Here until I storm off again
Premium Member
If I may, it seems that your objections center mostly around the human animal and human psychology. My mindset is much more ecocentric rather than anthropocentric, so I don't find arguments that revolve around humans very compelling. For me, there are mostly a couple of things.

First, I don't find any kind of substance monism appealing. It's a level of reductionism that I find overly-simplistic; suggesting that everything in reality boils down to some sort of proverbial silver bullet feels unrealistic to me, if not outright ridiculous. It's a thesis that is at odds with how I experience the world around me, and reductionistic narratives I find... well... boring. In many respects, my dislike of substance monism mirrors my dislike of monotheism.
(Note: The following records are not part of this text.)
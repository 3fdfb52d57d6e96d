"""What the review site shows of an induction folder and a calibration folder.

``read_induction_view(folder)`` reads the folder ``lexbuild induce`` writes through the
project's readers (``load_entry`` for ``entries/*.yaml``, ``read_assignments`` for
``assignments.tsv``) plus ``induction.json``, and, when present, ``occurrence-vectors.npz``: the
vectors of the clustered occurrences, one float32 matrix per induced sense id (same layout as
``centroids.npz``), which the 2-D projection needs. An induction folder without that file still
gives cluster sizes and frame distributions; the page says why the projection is missing.
``read_calibration_view`` reads ``calibration.json`` with ``read_calibration``.
"""

from __future__ import annotations

import io
import json
import zipfile
from collections import Counter
from dataclasses import dataclass, field
from pathlib import Path
from typing import Any

import numpy as np
import numpy.typing as npt

from lexbuild.errors import InductionError, SourceLocation
from lexbuild.senses.induction_folder import OCCURRENCE_VECTORS_FILE

__all__ = [
    "OCCURRENCE_VECTORS_FILE",
    "InducedEntry",
    "InducedSense",
    "InductionView",
    "occurrence_vectors_bytes",
    "read_calibration_view",
    "read_induction_view",
]


Matrix = npt.NDArray[np.float32]


@dataclass(frozen=True)
class InducedSense:
    id: str
    cluster_size: int  # occurrences clustered into it (the sample)
    assigned: int  # occurrences assigned to it in assignments.tsv (the whole corpus)
    frames: tuple[tuple[str, int], ...]  # canonical pattern, frequency


@dataclass(frozen=True)
class InducedEntry:
    id: str
    lemma: str
    senses: tuple[InducedSense, ...]


@dataclass(frozen=True)
class InductionView:
    name: str
    manifest: dict[str, Any]
    entries: dict[str, InducedEntry]  # by lemma
    vectors: dict[str, Matrix] | None = field(default=None, compare=False)


def _read_npz(path: Path) -> dict[str, Matrix]:
    try:
        with np.load(path, allow_pickle=False) as archive:
            return {key: np.asarray(archive[key], dtype=np.float32) for key in archive.files}
    except (OSError, ValueError, zipfile.BadZipFile) as error:
        raise InductionError(f"not a readable .npz file ({error})",
                             SourceLocation.of(path)) from None


def read_induction_view(folder: str | Path) -> InductionView:
    """The induction folder as the site shows it; raises ``InductionError`` naming the file."""
    from lexbuild.lexicon.sources import ENTRIES_DIR, load_entry
    from lexbuild.senses.induction_folder import read_assignments

    root = Path(folder)
    manifest_path = root / "induction.json"
    if not manifest_path.is_file():
        raise InductionError("not an induction folder (no induction.json); write one with "
                             "'lexbuild induce'", SourceLocation.of(root))
    try:
        manifest = json.loads(manifest_path.read_text(encoding="utf-8"))
    except json.JSONDecodeError as error:
        raise InductionError(f"not valid JSON ({error.msg})",
                             SourceLocation.of(manifest_path, error.lineno, error.colno)) from None
    if not isinstance(manifest, dict):
        raise InductionError("expected a JSON object", SourceLocation.of(manifest_path, 1))
    assigned = Counter(sense for _lemma, sense in read_assignments(root).values())
    entries: dict[str, InducedEntry] = {}
    for path in sorted((root / ENTRIES_DIR).glob("*.yaml")):
        entry = load_entry(path)
        senses = tuple(
            InducedSense(
                id=sense.id,
                cluster_size=sense.induction.cluster_size if sense.induction else 0,
                assigned=assigned.get(sense.id, 0),
                frames=tuple((frame.pattern, frame.frequency or 0) for frame in sense.frames),
            )
            for sense in entry.senses
        )
        entries[entry.lemma] = InducedEntry(entry.id, entry.lemma, senses)
    vectors_path = root / OCCURRENCE_VECTORS_FILE
    vectors = _read_npz(vectors_path) if vectors_path.is_file() else None
    return InductionView(root.name, manifest, dict(sorted(entries.items())), vectors)


def occurrence_vectors_bytes(vectors: dict[str, Matrix]) -> bytes:
    """``occurrence-vectors.npz`` content: one matrix per sense id, fixed zip timestamps so the
    same vectors give the same bytes."""
    buffer = io.BytesIO()
    with zipfile.ZipFile(buffer, "w", compression=zipfile.ZIP_STORED) as archive:
        for key in sorted(vectors):
            member = io.BytesIO()
            np.lib.format.write_array(
                member, np.ascontiguousarray(vectors[key], dtype=np.float32)
            )
            info = zipfile.ZipInfo(f"{key}.npy", date_time=(1980, 1, 1, 0, 0, 0))
            info.external_attr = 0o644 << 16
            archive.writestr(info, member.getvalue())
    return buffer.getvalue()


def read_calibration_view(folder: str | Path) -> dict[str, Any]:
    """``calibration.json`` through ``read_calibration``, with the sweep checked for plotting."""
    from lexbuild.senses.calibrate import read_calibration

    data = read_calibration(folder)
    rows = data.get("thresholds")
    if not isinstance(rows, list) or not all(
        isinstance(row, dict) and isinstance(row.get("threshold"), int | float) for row in rows
    ):
        raise InductionError("'thresholds' must be a list of objects with a 'threshold' number; "
                             "write it with 'lexbuild calibrate'", SourceLocation.of(folder))
    return data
If I do not experience day-to-day reality as some homogenous entity, how does it make sense to suppose that all that diversity reduces to some singular thing, whether it is called "matter" or "spirit?" That just doesn't compute for me. Substance pluralism along with polytheism have just always made more sense to me.

But that criticism isn't specific to the type of substance monism known as materialism. The second reason pertains more directly to materialism specifically, and that's the copious quantity of things that utterly cannot be reduced to physical matter. Ideas fall into that category. Ideas are explicitly non-material; they cannot be reduced to atoms and molecules. The moment an idea becomes something material, it is no longer an idea, it is a physical object. My brain just does not compute reducing something that by its very nature utterly cannot be material to the material. It makes no sense to me. :shrug:

Thanks for sharing! I like both your points and agree with them. I'd say the latter point is a form of my argument for property dualism, just better said as always!
 

von bek

Well-Known Member
I'd be very interested in other reasons one may reject materialism!
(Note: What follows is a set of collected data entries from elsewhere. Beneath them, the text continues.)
def _read_all(files: list[Path]) -> list[Any]:
    workers = min(os.cpu_count() or 1, 8)
    if len(files) < PARALLEL_FILES or workers < 2:
        return [_read_fast(path) for path in files]
    with ProcessPoolExecutor(max_workers=workers) as pool:
        return list(pool.map(_read_fast, files, chunksize=64))


# ----------------------------------------------------------------------------------- write


_FLOW_MODELS = frozenset({"SourceRef", "ArgumentSpan"})  # short records read best on one line


def _to_node(value: Any) -> Any:
    """A model value -> ruamel node in model field order, without None/empty defaults."""
    if isinstance(value, BaseModel):
        node = CommentedMap()
        for name, info in type(value).model_fields.items():
            item = getattr(value, name)
            if item is None or (item in ("", [], ()) and item == info.get_default(
                call_default_factory=True
            )):
                continue
            node[name] = _to_node(item)
        if type(value).__name__ in _FLOW_MODELS:
            node.fa.set_flow_style()
        return node
    if isinstance(value, tuple):  # spans
        seq = CommentedSeq(_to_node(item) for item in value)
        seq.fa.set_flow_style()
        return seq
    if isinstance(value, list):
        return CommentedSeq(_to_node(item) for item in value)
    if isinstance(value, Enum):
        return value.value
    if isinstance(value, dt.date):
        return value
    return value


def _dump(node: Any) -> str:
    buffer = io.StringIO()
    _yaml().dump(node, buffer)
    return buffer.getvalue()


def dump_entry(entry: Entry) -> str:
    """The YAML text of a new entry file."""
    return _dump(_to_node(entry))


def dump_meta(meta: LexiconMeta) -> str:
    return _dump(_to_node(meta))


def _same(old: Any, new: Any) -> bool:
    return _plain(old) == _plain(new)


def _merge_map(old: CommentedMap, new: CommentedMap) -> CommentedMap:
    """Apply ``new`` onto ``old`` in place: unchanged keys keep their comments and order."""
    for key in [key for key in old if key not in new]:
        if _plain(old[key]) not in ("", [], {}, None):  # an empty value written out stays
            del old[key]
    for key, value in new.items():
        if key in old:
            old[key] = _merge_value(old[key], value)
        else:
            old[key] = value  # appended: ``new`` is in model field order
    return old


def _merge_seq(old: CommentedSeq, new: CommentedSeq) -> CommentedSeq:
    if _is_flow(new) or (not _is_flow(old) and len(old) == 0):
        return old if _same(old, new) else new
    for index, value in enumerate(new):
        if index < len(old):
            old[index] = _merge_value(old[index], value)
        else:
            old.append(value)
    while len(old) > len(new):
        del old[len(old) - 1]
    return old


def _is_flow(node: Any) -> bool:
    return bool(getattr(node, "fa", None) is not None and node.fa.flow_style())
I reject materialism for the same reason I reject idealism, I do not believe in a First Cause. My view is that mind and matter are both equally "real" and condition each other in an endless cycle. I see no reason to take a stance on which is ontologically prior to the other.
 

Quintessence

Consults with Trees
Staff member
Premium Member
I reject materialism for the same reason I reject idealism, I do not believe in a First Cause. My view is that mind and matter are both equally "real" and condition each other in an endless cycle. I see no reason to take a stance on which is ontologically prior to the other.
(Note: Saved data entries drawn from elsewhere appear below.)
"""The review site of a dictionary: static HTML that editors open from the file system.

An index of entries (filter by text, status and flag; sortable), one page per entry (senses side
by side, frames with frequency bars, examples with the verb and each argument marked by slot),
the change log of an edition, and induction diagnostics (cluster sizes, frames per induced
sense, a 2-D projection of the occurrence vectors, the calibration sweep). Labels follow the
dictionary's language (French and English). Rendering is pure (``build_site``); writing is
atomic (``write_site``).
"""

from lexbuild.review.diagnostics import (
    OCCURRENCE_VECTORS_FILE,
    InductionView,
    occurrence_vectors_bytes,
    read_calibration_view,
    read_induction_view,
)
from lexbuild.review.site import (
    SITE_DIR,
    EditionLink,
    SiteInputs,
    build_site,
    edition_site,
    preview_inputs,
    site_manifest,
    write_files,
    write_site,
)

__all__ = [
    "OCCURRENCE_VECTORS_FILE",
    "SITE_DIR",
    "EditionLink",
    "InductionView",
    "SiteInputs",
    "build_site",
    "edition_site",
    "occurrence_vectors_bytes",
    "preview_inputs",
    "read_calibration_view",
    "read_induction_view",
    "site_manifest",
    "write_files",
    "write_site",
]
Hmm... how do you see the philosophies of materialism and idealism as related to First Cause ideas? I haven't heard that comparison before.
 

1137

Here until I storm off again
Premium Member
I find the OP quite educational. I guess given some of my understandings I also reject materialism, however, I do accept the idea of a "First Cause of First Causes" as a reality. I am willing to bet that 1137 and one other person here knows who/what I think is That which is the First Cause of First Causes. ;)

I find pre-universe metaphysics tiresome these days :p.